* Assignment *
The material below must be restated exactly, line by line.

* Records for this task *
----

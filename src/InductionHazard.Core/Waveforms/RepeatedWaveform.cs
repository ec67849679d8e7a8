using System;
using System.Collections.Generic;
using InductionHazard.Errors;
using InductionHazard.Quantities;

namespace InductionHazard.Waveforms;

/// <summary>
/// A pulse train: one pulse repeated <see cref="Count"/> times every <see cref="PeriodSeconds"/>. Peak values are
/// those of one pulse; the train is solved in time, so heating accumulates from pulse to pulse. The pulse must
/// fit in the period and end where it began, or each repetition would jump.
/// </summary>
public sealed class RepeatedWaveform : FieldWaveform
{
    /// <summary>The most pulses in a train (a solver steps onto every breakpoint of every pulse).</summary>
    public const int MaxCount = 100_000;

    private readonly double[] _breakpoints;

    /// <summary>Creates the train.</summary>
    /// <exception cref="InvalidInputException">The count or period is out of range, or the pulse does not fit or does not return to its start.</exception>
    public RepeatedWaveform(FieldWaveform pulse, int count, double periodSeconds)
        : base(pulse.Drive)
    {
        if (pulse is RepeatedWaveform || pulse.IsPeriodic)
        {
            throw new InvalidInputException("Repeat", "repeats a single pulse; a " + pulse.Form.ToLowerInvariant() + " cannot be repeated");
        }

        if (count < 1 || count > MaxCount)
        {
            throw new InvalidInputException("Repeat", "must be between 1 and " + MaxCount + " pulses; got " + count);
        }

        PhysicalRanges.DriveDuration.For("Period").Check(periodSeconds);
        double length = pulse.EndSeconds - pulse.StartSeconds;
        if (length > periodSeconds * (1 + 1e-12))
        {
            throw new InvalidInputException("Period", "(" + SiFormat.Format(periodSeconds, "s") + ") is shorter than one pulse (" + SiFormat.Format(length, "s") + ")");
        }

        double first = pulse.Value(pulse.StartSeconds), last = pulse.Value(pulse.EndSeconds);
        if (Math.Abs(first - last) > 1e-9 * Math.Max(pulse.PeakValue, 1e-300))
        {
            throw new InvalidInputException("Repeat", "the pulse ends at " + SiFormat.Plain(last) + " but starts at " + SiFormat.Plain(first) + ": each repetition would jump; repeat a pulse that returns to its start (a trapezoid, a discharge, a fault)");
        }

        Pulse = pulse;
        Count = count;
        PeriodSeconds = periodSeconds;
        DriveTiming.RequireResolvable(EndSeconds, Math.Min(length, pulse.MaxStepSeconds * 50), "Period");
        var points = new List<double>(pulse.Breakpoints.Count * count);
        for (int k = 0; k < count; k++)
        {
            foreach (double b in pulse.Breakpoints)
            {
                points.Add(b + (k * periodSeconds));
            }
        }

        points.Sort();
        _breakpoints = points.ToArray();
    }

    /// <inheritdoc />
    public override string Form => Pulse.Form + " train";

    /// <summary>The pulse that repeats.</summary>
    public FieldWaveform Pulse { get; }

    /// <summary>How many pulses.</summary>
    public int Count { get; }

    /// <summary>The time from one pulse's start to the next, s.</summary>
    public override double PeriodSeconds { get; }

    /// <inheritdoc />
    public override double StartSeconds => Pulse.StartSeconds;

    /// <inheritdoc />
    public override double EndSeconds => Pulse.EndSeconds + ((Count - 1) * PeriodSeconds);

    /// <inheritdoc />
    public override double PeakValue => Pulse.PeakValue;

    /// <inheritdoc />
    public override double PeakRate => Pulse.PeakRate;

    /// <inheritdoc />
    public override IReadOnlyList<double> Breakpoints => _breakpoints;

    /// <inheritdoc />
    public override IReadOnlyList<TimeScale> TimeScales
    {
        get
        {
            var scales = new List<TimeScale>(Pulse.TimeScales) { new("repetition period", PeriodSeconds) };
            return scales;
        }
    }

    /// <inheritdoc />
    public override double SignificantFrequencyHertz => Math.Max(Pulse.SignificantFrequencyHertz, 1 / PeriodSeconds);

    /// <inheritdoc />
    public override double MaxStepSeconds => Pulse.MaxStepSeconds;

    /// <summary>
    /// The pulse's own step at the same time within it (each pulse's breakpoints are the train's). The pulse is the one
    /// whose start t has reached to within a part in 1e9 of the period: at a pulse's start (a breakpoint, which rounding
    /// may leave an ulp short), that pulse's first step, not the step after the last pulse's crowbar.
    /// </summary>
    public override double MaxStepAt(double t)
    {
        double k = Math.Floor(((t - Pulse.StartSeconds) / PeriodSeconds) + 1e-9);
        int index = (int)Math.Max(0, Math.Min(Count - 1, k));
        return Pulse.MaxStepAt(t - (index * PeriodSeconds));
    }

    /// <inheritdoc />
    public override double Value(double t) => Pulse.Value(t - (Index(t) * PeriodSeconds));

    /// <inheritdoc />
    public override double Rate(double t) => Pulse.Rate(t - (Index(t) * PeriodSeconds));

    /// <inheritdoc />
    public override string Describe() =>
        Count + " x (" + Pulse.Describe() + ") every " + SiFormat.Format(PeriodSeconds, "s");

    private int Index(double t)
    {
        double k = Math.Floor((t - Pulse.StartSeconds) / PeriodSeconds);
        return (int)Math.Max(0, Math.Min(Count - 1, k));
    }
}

----

* Expected output *
filename src/InductionHazard.Core/Waveforms/RepeatedWaveform.cs
repository ec67849679d8e7a8
using System;
using System.Collections.Generic;
using InductionHazard.Errors;
using InductionHazard.Quantities;

namespace InductionHazard.Waveforms;

/// <summary>
/// A pulse train: one pulse repeated <see cref="Count"/> times every <see cref="PeriodSeconds"/>. Peak values are
/// those of one pulse; the train is solved in time, so heating accumulates from pulse to pulse. The pulse must
/// fit in the period and end where it began, or each repetition would jump.
/// </summary>
public sealed class RepeatedWaveform : FieldWaveform
{
    /// <summary>The most pulses in a train (a solver steps onto every breakpoint of every pulse).</summary>
    public const int MaxCount = 100_000;

    private readonly double[] _breakpoints;

    /// <summary>Creates the train.</summary>
    /// <exception cref="InvalidInputException">The count or period is out of range, or the pulse does not fit or does not return to its start.</exception>
    public RepeatedWaveform(FieldWaveform pulse, int count, double periodSeconds)
        : base(pulse.Drive)
    {
        if (pulse is RepeatedWaveform || pulse.IsPeriodic)
        {
            throw new InvalidInputException("Repeat", "repeats a single pulse; a " + pulse.Form.ToLowerInvariant() + " cannot be repeated");
        }

        if (count < 1 || count > MaxCount)
        {
            throw new InvalidInputException("Repeat", "must be between 1 and " + MaxCount + " pulses; got " + count);
        }

        PhysicalRanges.DriveDuration.For("Period").Check(periodSeconds);
        double length = pulse.EndSeconds - pulse.StartSeconds;
        if (length > periodSeconds * (1 + 1e-12))
        {
            throw new InvalidInputException("Period", "(" + SiFormat.Format(periodSeconds, "s") + ") is shorter than one pulse (" + SiFormat.Format(length, "s") + ")");
        }

        double first = pulse.Value(pulse.StartSeconds), last = pulse.Value(pulse.EndSeconds);
        if (Math.Abs(first - last) > 1e-9 * Math.Max(pulse.PeakValue, 1e-300))
        {
            throw new InvalidInputException("Repeat", "the pulse ends at " + SiFormat.Plain(last) + " but starts at " + SiFormat.Plain(first) + ": each repetition would jump; repeat a pulse that returns to its start (a trapezoid, a discharge, a fault)");
        }

        Pulse = pulse;
        Count = count;
        PeriodSeconds = periodSeconds;
        DriveTiming.RequireResolvable(EndSeconds, Math.Min(length, pulse.MaxStepSeconds * 50), "Period");
        var points = new List<double>(pulse.Breakpoints.Count * count);
        for (int k = 0; k < count; k++)
        {
            foreach (double b in pulse.Breakpoints)
            {
                points.Add(b + (k * periodSeconds));
            }
        }

        points.Sort();
        _breakpoints = points.ToArray();
    }

    /// <inheritdoc />
    public override string Form => Pulse.Form + " train";

    /// <summary>The pulse that repeats.</summary>
    public FieldWaveform Pulse { get; }

    /// <summary>How many pulses.</summary>
    public int Count { get; }

    /// <summary>The time from one pulse's start to the next, s.</summary>
    public override double PeriodSeconds { get; }

    /// <inheritdoc />
    public override double StartSeconds => Pulse.StartSeconds;

    /// <inheritdoc />
    public override double EndSeconds => Pulse.EndSeconds + ((Count - 1) * PeriodSeconds);

    /// <inheritdoc />
    public override double PeakValue => Pulse.PeakValue;

    /// <inheritdoc />
    public override double PeakRate => Pulse.PeakRate;

    /// <inheritdoc />
    public override IReadOnlyList<double> Breakpoints => _breakpoints;

    /// <inheritdoc />
    public override IReadOnlyList<TimeScale> TimeScales
    {
        get
        {
            var scales = new List<TimeScale>(Pulse.TimeScales) { new("repetition period", PeriodSeconds) };
            return scales;
        }
    }

    /// <inheritdoc />
    public override double SignificantFrequencyHertz => Math.Max(Pulse.SignificantFrequencyHertz, 1 / PeriodSeconds);

    /// <inheritdoc />
    public override double MaxStepSeconds => Pulse.MaxStepSeconds;

    /// <summary>
    /// The pulse's own step at the same time within it (each pulse's breakpoints are the train's). The pulse is the one
    /// whose start t has reached to within a part in 1e9 of the period: at a pulse's start (a breakpoint, which rounding
    /// may leave an ulp short), that pulse's first step, not the step after the last pulse's crowbar.
    /// </summary>
    public override double MaxStepAt(double t)
    {
        double k = Math.Floor(((t - Pulse.StartSeconds) / PeriodSeconds) + 1e-9);
        int index = (int)Math.Max(0, Math.Min(Count - 1, k));
        return Pulse.MaxStepAt(t - (index * PeriodSeconds));
    }

    /// <inheritdoc />
    public override double Value(double t) => Pulse.Value(t - (Index(t) * PeriodSeconds));

    /// <inheritdoc />
    public override double Rate(double t) => Pulse.Rate(t - (Index(t) * PeriodSeconds));

    /// <inheritdoc />
    public override string Describe() =>
        Count + " x (" + Pulse.Describe() + ") every " + SiFormat.Format(PeriodSeconds, "s");

    private int Index(double t)
    {
        double k = Math.Floor((t - Pulse.StartSeconds) / PeriodSeconds);
        return (int)Math.Max(0, Math.Min(Count - 1, k));
    }
}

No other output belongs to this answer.